Gee, William, you used to be the "dollars count, not percentages" guy on here when it came to CP giving.
I couldn't find an on-line page from the most recent annual, I'm guessing it's not been uploaded yet. If you look at what's happened to the total giving from the churches, which is the bottom line that's going to affect how much money is available for churches to give to the CP, you'll see that's not "flattened," that is in an accelerating decline, with almost half of the decline happening in the last three years of the current decade. There's a $600 million difference between 2009-2010 and 2013-14, a total deficit of $1.2 billion for that four year period. But there's almost a $300 million drop in just the past two years, and the 2015-16 figure, which isn't included in this report, is $355 million less than the previous year.
The percentage of CP giving isn't declining all that rapidly, because this year's percentage is based on last year's total, which was less than the previous year. In the five year period from 2009-10 to 2013-14, the decline in CP giving was 8.56%. From 2013-14 to 2014-15 it was 4.5%, declining by about half as much in one year, as in the previous five. And as William notes in his blog, there's a lot of alarm over the fact that the decline in giving is over 4% in a relatively short period of time, and that decline is against a total budget that was already reduced by 5% from the previous year, because of a high percentage decline last year. Some of the Baptist state papers are sounding the same alarm.
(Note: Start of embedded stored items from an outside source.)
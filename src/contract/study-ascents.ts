import { TrajectoryPoint } from './ascent.ts';
import { AscentFigures } from './ascent-job.ts';
import { LossesSource } from './requirement.ts';
import { z } from './zod.ts';

/** Sites × orbits that are asked for or shown at a time. */
export const MAX_STUDY_ASCENTS = 20_000;

const Pair = z.strictObject({ siteId: z.uuid(), orbitId: z.uuid() });
export type AscentPair = z.infer<typeof Pair>;

/** Which ascents a study asks for: those named, or every site and orbit that has no current one. */
export const AscentsInput = z
  .strictObject({
    pairs: z
      .array(Pair)
      .min(1, 'Name a site and an orbit, or leave pairs out for all.')
      .max(MAX_STUDY_ASCENTS)
      .optional(),
  })
  .meta({ id: 'AscentsInput' });
export type AscentsInput = z.infer<typeof AscentsInput>;

/** Narrows to one site or one orbit. */
export const AscentsScope = z.object({ siteId: z.uuid().optional(), orbitId: z.uuid().optional() });
export type AscentsScope = z.infer<typeof AscentsScope>;

export const AscentsQuery = AscentsScope.extend({
  list: z
    .enum(['true', 'false'])
    .default('true')
    .meta({ description: 'false leaves the items out: the counts alone' }),
});
export type AscentsQuery = z.infer<typeof AscentsQuery>;

/**
 * current: flown for what the study holds now. stale: flown for what it held before. The rest have nothing current:
 * asked for and waiting, being flown, failed (with the reason), cancelled, or never asked for.
 */
export const AscentStateName = z.enum([
  'current',
  'stale',
  'waiting',
  'flying',
  'failed',
  'cancelled',
  'missing',
]);
export type AscentStateName = z.infer<typeof AscentStateName>;

export const StudyAscent = z
  .object({
    siteId: z.uuid(),
    orbitId: z.uuid(),
    state: AscentStateName,
    reason: z.string().nullable().meta({ description: 'Why the last attempt failed, where it did' }),
    requestedBy: z.string().nullable().meta({ description: 'Name of who asked last' }),
    requestedAt: z.iso.datetime().nullable(),
    figures: AscentFigures.nullable().meta({
      description: 'The current result, or the last one of earlier inputs until there is a current one',
    }),
    figuresAreStale: z.boolean().meta({ description: 'The figures are of earlier inputs' }),
    flownAt: z.iso.datetime().nullable(),
    hash: z.string().nullable().meta({ description: 'SHA-256 of the inputs the figures are of' }),
  })
  .meta({ id: 'StudyAscent' });
export type StudyAscent = z.infer<typeof StudyAscent>;

const count = z.int();
export const StudyAscents = z
  .object({
    revision: z.int(),
    losses: LossesSource,
    obstacle: z.string().nullable().meta({ description: 'Why no ascent can be asked for, if so' }),
    counts: z.object({
      current: count,
      stale: count,
      waiting: count,
      flying: count,
      failed: count,
      cancelled: count,
      missing: count,
    }),
    secondsLeft: z.number().nullable().meta({
      description: 'Until what is asked for is flown, as fast as of late; null where nobody can say',
    }),
    items: z.array(StudyAscent),
  })
  .meta({ id: 'StudyAscents' });
export type StudyAscents = z.infer<typeof StudyAscents>;

/** One of them with its trajectory. */
export const StudyAscentDetail = StudyAscent.extend({ trajectory: z.array(TrajectoryPoint) }).meta({
  id: 'StudyAscentDetail',
});
export type StudyAscentDetail = z.infer<typeof StudyAscentDetail>;

/** What came of asking: how many are to be flown for it, and how many were current already. */
export const AscentsAsked = z.object({ underWay: count, current: count }).meta({ id: 'AscentsAsked' });
export type AscentsAsked = z.infer<typeof AscentsAsked>;

export const AscentsCancelled = z.object({ cancelled: count }).meta({ id: 'AscentsCancelled' });
export type AscentsCancelled = z.infer<typeof AscentsCancelled>;
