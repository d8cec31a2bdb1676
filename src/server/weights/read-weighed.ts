import type { WeighItem } from '#core/decision/statement.ts';
import type { Db } from '#db/client.ts';
import { listGroupNames, listWeighed } from '#db/queries/weights.ts';

export interface WeighedThings {
  items: WeighItem[];
  /** Names of weighed criteria and of groups, by id. */
  names: ReadonlyMap<string, string>;
}

/** What a study's weights are said of. */
export async function readWeighed(db: Db, { studyId }: { studyId: string }): Promise<WeighedThings> {
  const criteria = await listWeighed(db, { studyId });
  const groups = await listGroupNames(db, { studyId });
  return {
    items: criteria.map(({ id, groupId }) => ({ id, groupId })),
    names: new Map([...criteria, ...groups].map(({ id, name }) => [id, name])),
  };
}
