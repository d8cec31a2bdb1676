import { closingDecimals } from '#core/printed/closing.ts';
import { decimalsNeeded } from '#core/printed/figure.ts';
import { formatCount, formatNumber, listInWords } from './format.ts';
import { QUANTITIES } from './quantity.ts';
import type { Ranking, RankingFigures } from './ranking.ts';

const LETTERS = 'ABCDEFGHIJKLMNOPQRSTUVWXYZ';

/** A criterion's letter by its place: A to Z, then AA, AB, … */
export function letterOf(place: number): string {
  const before = Math.floor(place / LETTERS.length) - 1;
  return (before >= 0 ? letterOf(before) : '') + (LETTERS[place % LETTERS.length] ?? '');
}

/** One count of decimals a column: the quantity's, or the fewest that print the entered figures, up to three. */
export function decimalsOf({ criteria, cells }: RankingFigures, place: number): number {
  const quantity = criteria[place]?.quantity;
  if (quantity) return QUANTITIES[quantity].decimals;
  return decimalsNeeded(cells.flatMap((row) => (typeof row[place] === 'number' ? [row[place]] : [])));
}

const LEAST_DECIMALS = 3;
const MOST_DECIMALS = 9;

/**
 * Decimals at which overall values are printed: the margin must come out from the two printed values beside it, so
 * one more digit is printed until it does.
 */
export function valueDecimals({ ranked, margin }: Pick<Ranking, 'ranked' | 'margin'>): number {
  const [first, second] = ranked;
  if (!first || !second || margin === null) return LEAST_DECIMALS;
  const sums = [{ parts: [second.value, first.value - second.value], total: first.value }];
  const closes = closingDecimals(sums, LEAST_DECIMALS, MOST_DECIMALS) ?? MOST_DECIMALS;
  // A lead that exists must not be printed as none.
  const shows = margin === 0 ? 0 : Math.ceil(-Math.log10(margin));
  return Math.max(closes, Math.min(shows, MOST_DECIMALS));
}

/** A sentence that states the result, with the part that leads apart, so that it can take the signal. */
export interface RankingFinding {
  leads: string | null;
  rest: string;
}

const sentenceOf = ({ leads, rest }: RankingFinding): string => (leads ?? '') + rest;

const BEFORE_RANKS = {
  'no-sites': 'No sites to rank yet.',
  'no-criteria': 'No criteria to rank sites by yet.',
  'no-weights': 'No weights to rank sites by yet.',
} as const;

function withoutRanks({ incomplete, setAside }: Ranking['counts']): string {
  if (incomplete === 0)
    return setAside === 1 ? 'The one site fails a must-meet limit.' : 'Every site fails a must-meet limit.';
  if (setAside === 0) return 'No site has every figure yet.';
  return 'No site meets every limit with every figure known.';
}

/** The finding of a ranking: the page's first sentence and its title. */
export function rankingFinding(ranking: Ranking): RankingFinding {
  const { state, counts, ranked } = ranking;
  if (state !== 'ranked') return { leads: null, rest: BEFORE_RANKS[state] };
  const leaders = ranked.filter(({ rank }) => rank === 1).map(({ name }) => name);
  const [leader] = leaders;
  if (leader === undefined) return { leads: null, rest: withoutRanks(counts) };
  if (leaders.length > 1) return { leads: sharing(leaders), rest: ' share first place.' };
  if (ranking.margin === null) return { leads: leader, rest: ' is the only site ranked.' };
  return { leads: leader, rest: ` leads by ${formatNumber(ranking.margin, valueDecimals(ranking))}.` };
}

const NAMED_LEADERS = 3;

function sharing(leaders: readonly string[]): string {
  if (leaders.length <= NAMED_LEADERS) return listInWords(leaders);
  return listInWords([...leaders.slice(0, 2), `${formatNumber(leaders.length - 2)} others`]);
}

export const findingText = (ranking: Ranking): string => sentenceOf(rankingFinding(ranking));

/** Why, in a sentence or two: the values behind the margin, and the criterion that parts the first two most. */
export function rankingWhy(ranking: Ranking): string {
  const { ranked, criteria } = ranking;
  const [first, second, third] = ranked;
  if (!first || !second) return '';
  const decimals = valueDecimals(ranking);
  const figure = (value: number): string => formatNumber(value, decimals);
  const others = [second, third].filter((row) => row !== undefined);
  const against = listInWords(others.map(({ name, value }) => `${figure(value)} for ${name}`));
  const apart = criteria
    .map(({ name }, j) => ({
      name,
      own: first.contributions[j]?.term ?? 0,
      other: second.contributions[j]?.term ?? 0,
    }))
    .sort((a, b) => b.own - b.other - (a.own - a.other))[0];
  const ahead =
    apart && apart.own > apart.other
      ? ` It stands furthest ahead of ${second.name} in ${apart.name}: ${figure(apart.own)} against ${figure(apart.other)}.`
      : '';
  return `${figure(first.value)} against ${against}.${ahead}`;
}

/** "6 ranked, 1 incomplete, 2 set aside" */
export function countsInWords({ ranked, incomplete, setAside }: Ranking['counts']): string {
  return [
    `${formatNumber(ranked)} ranked`,
    ...(incomplete > 0 ? [`${formatNumber(incomplete)} incomplete`] : []),
    ...(setAside > 0 ? [`${formatNumber(setAside)} set aside`] : []),
  ].join(', ');
}

/** "Incomplete: no figure for People in corridor" */
export function missingInWords(ranking: Pick<Ranking, 'criteria'>, missing: readonly string[]): string {
  const names = ranking.criteria.filter(({ id }) => missing.includes(id)).map(({ name }) => name);
  return names.length > NAMED_LEADERS
    ? `no figure for ${formatCount(names.length, 'criterion', 'criteria')}`
    : `no figure for ${listInWords(names, 'or')}`;
}

/** "6 to 7", or "6" where the range is one rank. */
export function rankRange({ bestRank, worstRank }: { bestRank: number; worstRank: number }): string {
  return bestRank === worstRank
    ? formatNumber(bestRank)
    : `${formatNumber(bestRank)} to ${formatNumber(worstRank)}`;
}
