import { MAX_PAGE_SIZE } from '#contract/list.ts';
import type { LibraryVehicle, StudyOrbit, StudySettings, StudyVehicle } from '#contract/requirement.ts';
import type { Study } from '#contract/study.ts';
import type { Db } from '#db/client.ts';
import type { Member } from '#server/member.ts';
import { readStudy } from '#server/studies/read-studies.ts';
import { listVehicles, readManifest, readSettings, readVehicle } from './read-requirement.ts';

export interface RequirementSheet {
  study: Study;
  orbits: StudyOrbit[];
  vehicle: StudyVehicle;
  settings: StudySettings;
  library: LibraryVehicle[];
}

/** All that the Requirement sheet begins with. */
export async function loadRequirement(db: Db, member: Member): Promise<RequirementSheet> {
  const { studyId } = member;
  const [study, orbits, vehicle, settings, library] = await Promise.all([
    readStudy(db, member),
    readManifest(db, { studyId }),
    readVehicle(db, { studyId }),
    readSettings(db, { studyId }),
    listVehicles(db, { query: '', page: 1, pageSize: MAX_PAGE_SIZE }),
  ]);
  return { study, orbits, vehicle, settings, library: library.items };
}
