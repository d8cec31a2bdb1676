import { ElevationM, LatitudeDeg, LongitudeDeg, PermittedAzimuthsDeg } from './geography.ts';
import { checkOrbit, targetOrbitFields } from './orbit.ts';
import { VehicleInput } from './vehicle.ts';
import { z } from './zod.ts';

export const MAX_RESULTS = 20_000;
export const MAX_RESULTS_WITHOUT_OTHERS = 100_000;
export const DEFAULT_TURN_SPEED_FRACTION = 0.6;

const Code = z.string().min(1).max(40).meta({ description: '1 to 40 characters, unique in its list' });

export const EvaluateSite = z
  .strictObject({
    code: Code,
    name: z.string().max(120).optional(),
    latitudeDeg: LatitudeDeg,
    longitudeDeg: LongitudeDeg,
    elevationM: ElevationM.default(0),
    permittedAzimuthsDeg: PermittedAzimuthsDeg.default([]),
  })
  .meta({ id: 'EvaluateSite' });
export type EvaluateSite = z.infer<typeof EvaluateSite>;

export const EvaluateOrbit = z
  .strictObject({ code: Code, ...targetOrbitFields })
  .check(checkOrbit)
  .meta({ id: 'EvaluateOrbit' });
export type EvaluateOrbit = z.infer<typeof EvaluateOrbit>;

export const FlightSettings = z
  .strictObject({
    turnSpeedFraction: z
      .number()
      .min(0, 'The fraction lies between 0 and 1.')
      .max(1, 'The fraction lies between 0 and 1.')
      .default(DEFAULT_TURN_SPEED_FRACTION)
      .meta({ description: 'Share of the injection speed flown by the time of a dogleg, up to 7° of arc' }),
  })
  .meta({ id: 'FlightSettings' });
export type FlightSettings = z.infer<typeof FlightSettings>;

function repeatedAt(list: readonly { code: string }[]): number {
  const seen = new Set<string>();
  return list.findIndex(({ code }) => seen.size === seen.add(code).size);
}

function checkRequest(ctx: z.core.ParsePayload<z.infer<typeof evaluateObject>>): void {
  const { sites, orbits, others } = ctx.value;
  const complain = (path: PropertyKey[], message: string) =>
    ctx.issues.push({ code: 'custom', input: ctx.value, path, message });
  for (const [key, list] of [
    ['sites', sites],
    ['orbits', orbits],
  ] as const) {
    const index = repeatedAt(list);
    if (index >= 0) complain([key, index, 'code'], 'A code appears once in its list.');
  }
  const limit = others ? MAX_RESULTS : MAX_RESULTS_WITHOUT_OTHERS;
  if (sites.length * orbits.length > limit) {
    complain(
      ['sites'],
      `A call gives up to ${MAX_RESULTS.toLocaleString('en')} results, or ${MAX_RESULTS_WITHOUT_OTHERS.toLocaleString('en')} with "others": false.`,
    );
  }
}

const evaluateObject = z.strictObject({
  sites: z.array(EvaluateSite).min(1, 'A site is needed.').max(MAX_RESULTS_WITHOUT_OTHERS),
  orbits: z.array(EvaluateOrbit).min(1, 'A target orbit is needed.').max(MAX_RESULTS_WITHOUT_OTHERS),
  vehicle: VehicleInput.optional(),
  settings: FlightSettings.default({ turnSpeedFraction: DEFAULT_TURN_SPEED_FRACTION }),
  others: z.boolean().default(true).meta({ description: 'false leaves out the ways not taken' }),
});

/** POST /api/v1/evaluate: sites, orbits and a vehicle in. */
export const EvaluateInput = evaluateObject.check(checkRequest).meta({ id: 'EvaluateInput' });
export type EvaluateInput = z.infer<typeof EvaluateInput>;

const FlownWayName = z.enum(['direct', 'plane-change', 'dogleg']);
const Branch = z.enum(['northerly', 'southerly']);
const Profile = z.enum(['direct', 'parking']);

const deltaVOf = <T extends z.ZodType>(line: T) =>
  z.strictObject({
    required: line,
    losses: line,
    dogleg: line,
    planeChange: line,
    transfer: line,
    reserve: line,
    total: line,
  });

const wayFields = {
  branch: Branch,
  profile: Profile,
  injectionSpeedMps: z.number(),
  inertialAzimuthDeg: z.number(),
  launchAzimuthDeg: z.number(),
  requiredSpeedMps: z.number(),
  rotationGainMps: z.number(),
  turnDeg: z.number(),
  planeChangeDeg: z.number(),
  deltaVMps: deltaVOf(z.number()),
  payloadKg: z.number().nullable(),
  shortfallMps: z.number().nullable(),
};

/** One way to fly a target orbit from a site. */
export const FlownWay = z.strictObject({ way: FlownWayName, ...wayFields }).meta({ id: 'FlownWay' });
export type FlownWay = z.infer<typeof FlownWay>;

const orbitHead = { code: z.string(), inclinationDeg: z.number() };

/** The way flown, with the ways not taken, cheapest first. */
export const FlownOrbit = z
  .strictObject({ ...orbitHead, way: FlownWayName, ...wayFields, others: z.array(FlownWay) })
  .meta({ id: 'FlownOrbit' });
export type FlownOrbit = z.infer<typeof FlownOrbit>;

/** No way is flown: every figure but the inclination is null. */
export const OutOfReachOrbit = z
  .strictObject({
    ...orbitHead,
    way: z.literal('out-of-reach'),
    branch: z.null(),
    profile: z.null(),
    injectionSpeedMps: z.null(),
    inertialAzimuthDeg: z.null(),
    launchAzimuthDeg: z.null(),
    requiredSpeedMps: z.null(),
    rotationGainMps: z.null(),
    turnDeg: z.null(),
    planeChangeDeg: z.null(),
    deltaVMps: deltaVOf(z.null()),
    payloadKg: z.null(),
    shortfallMps: z.null(),
    others: z.array(FlownWay).max(0),
  })
  .meta({ id: 'OutOfReachOrbit' });
export type OutOfReachOrbit = z.infer<typeof OutOfReachOrbit>;

export const OrbitResult = z.union([FlownOrbit, OutOfReachOrbit]).meta({ id: 'OrbitResult' });
export type OrbitResult = z.infer<typeof OrbitResult>;

export const SiteResult = z
  .strictObject({
    code: z.string(),
    rotationSpeedMps: z.number(),
    geocentricLatitudeDeg: z.number(),
    payloadPerYearKg: z.number().nullable(),
    orbits: z.array(OrbitResult),
  })
  .meta({ id: 'SiteResult' });
export type SiteResult = z.infer<typeof SiteResult>;

/** The answer of an evaluation: a result for each site and orbit, in the order asked. */
export const EvaluateOutput = z.strictObject({ sites: z.array(SiteResult) }).meta({ id: 'EvaluateOutput' });
export type EvaluateOutput = z.infer<typeof EvaluateOutput>;
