/** What a computed criterion can be of, in the unit it is shown, levelled and limited in. */
export interface Quantity {
  name: string;
  unit: string;
  direction: 'more' | 'less';
  decimals: number;
  /** Whether it is asked for one orbit, for the whole manifest, or for either. */
  scope: 'orbit' | 'manifest' | 'either';
  /** How the whole manifest comes to one figure. */
  overManifest: string;
}

/** A line of the Δv budget: less of it is better, and the worst orbit stands for the manifest. */
const budgetLine = (name: string) =>
  ({
    name,
    unit: 'm/s',
    direction: 'less',
    decimals: 0,
    scope: 'either',
    overManifest: 'greatest of the orbits',
  }) as const satisfies Quantity;

export const QUANTITIES = {
  'payload-per-year': {
    name: 'Payload a year',
    unit: 't/yr',
    direction: 'more',
    decimals: 1,
    scope: 'manifest',
    overManifest: 'flights a year × payload, added up over the orbits',
  },
  payload: {
    name: 'Payload',
    unit: 'kg',
    direction: 'more',
    decimals: 0,
    scope: 'orbit',
    overManifest: '',
  },
  'delta-v': {
    name: 'Δv',
    unit: 'm/s',
    direction: 'less',
    decimals: 0,
    scope: 'either',
    overManifest: 'greatest of the orbits',
  },
  'required-speed': budgetLine('Required speed'),
  losses: budgetLine('Losses'),
  'turn-cost': budgetLine('Cost of the turn'),
  dogleg: budgetLine('Dogleg'),
  'plane-change': budgetLine('Plane change'),
  transfer: budgetLine('Transfer'),
  shortfall: budgetLine('Δv shortfall'),
  'rotation-speed': {
    name: 'Rotation speed of the site',
    unit: 'm/s',
    direction: 'more',
    decimals: 1,
    scope: 'manifest',
    overManifest: 'the site’s own speed due east, whatever it flies to',
  },
  'rotation-gain': {
    name: 'Rotation gain',
    unit: 'm/s',
    direction: 'more',
    decimals: 0,
    scope: 'either',
    overManifest: 'least of the orbits',
  },
  turn: {
    name: 'Turn',
    unit: '°',
    direction: 'less',
    decimals: 1,
    scope: 'either',
    overManifest: 'greatest of the orbits; dogleg or plane change',
  },
  'lowest-inclination': {
    name: 'Lowest inclination flown directly',
    unit: '°',
    direction: 'less',
    decimals: 1,
    scope: 'manifest',
    overManifest: 'from the permitted azimuths, into a circular orbit at 185 km',
  },
  'orbits-fallen-short': {
    name: 'Orbits without payload',
    unit: 'orbits',
    direction: 'less',
    decimals: 0,
    scope: 'manifest',
    overManifest: 'number of orbits out of reach or fallen short of',
  },
  'orbits-out-of-reach': {
    name: 'Orbits out of reach',
    unit: 'orbits',
    direction: 'less',
    decimals: 0,
    scope: 'manifest',
    overManifest: 'number of orbits no way is flown to',
  },
} as const satisfies Record<string, Quantity>;

export type QuantityKey = keyof typeof QUANTITIES;
export const QUANTITY_KEYS = Object.keys(QUANTITIES) as [QuantityKey, ...QuantityKey[]];

export const isQuantity = (key: string): key is QuantityKey => Object.hasOwn(QUANTITIES, key);

/** The name a computed criterion is offered under; its maker may give it another. */
export function quantityName(key: QuantityKey, orbitName: string | null): string {
  const { name, scope } = QUANTITIES[key];
  if (orbitName !== null) return `${name} to ${orbitName}`;
  return scope === 'either' ? `${name}, worst orbit` : name;
}
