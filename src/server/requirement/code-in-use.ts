import { AppError } from '#server/errors.ts';

/** Orbits go by their codes in exports and in answers, so a manifest has each once. */
export function codeInUse(code: string): AppError {
  const message = `Another orbit of the manifest has the code ${code}. Give this one another.`;
  return new AppError('invalid', message, { errors: [{ path: 'code', message }] });
}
http://sbcvoices.com/not-good-news-coop ... ificantly/So the membership, attendance and total giving is down 10% since the peak in 2006, about a decade ago, with 65% of the decline coming since 2014. I'm not good at calculus, but if the rate of decline is accelerating, and the bulk of it has occurred in the past three years of a ten year period of declining numbers, I don't think that can be considered "leveling off," especially if, as William pointed out, the first half of the current year represents the single largest percentage decline to date. Many people, including their own, talented, insightful Ed Stetzer, have tried to figure out why. Those who are genuine and honest, and aren't afraid to state the facts, even though they're unpleasant, eventually get ignored and fall victim to those who don't want to face reality, and use their power to get rid of them, such as what is happening to Russell Moore right now. The obvious root cause is that there are only a handful of people left in SBC churches who are between the ages of 18 and 40, not because they've become heathen, but because the way most SBC congregations do church, and the attitude they take toward that task, sends a message to most of them to run the other way as far and as fast as they can go. So the median age of most of the churches has climbed past 65, pastors preach more funerals than they do weddings or baby dedications combined, and the rate of people leaving the church roll by dying, which is the only way you can get off some SBC church memberships, and even that is questionable, is far greater than those being baptized or born into the cradle roll.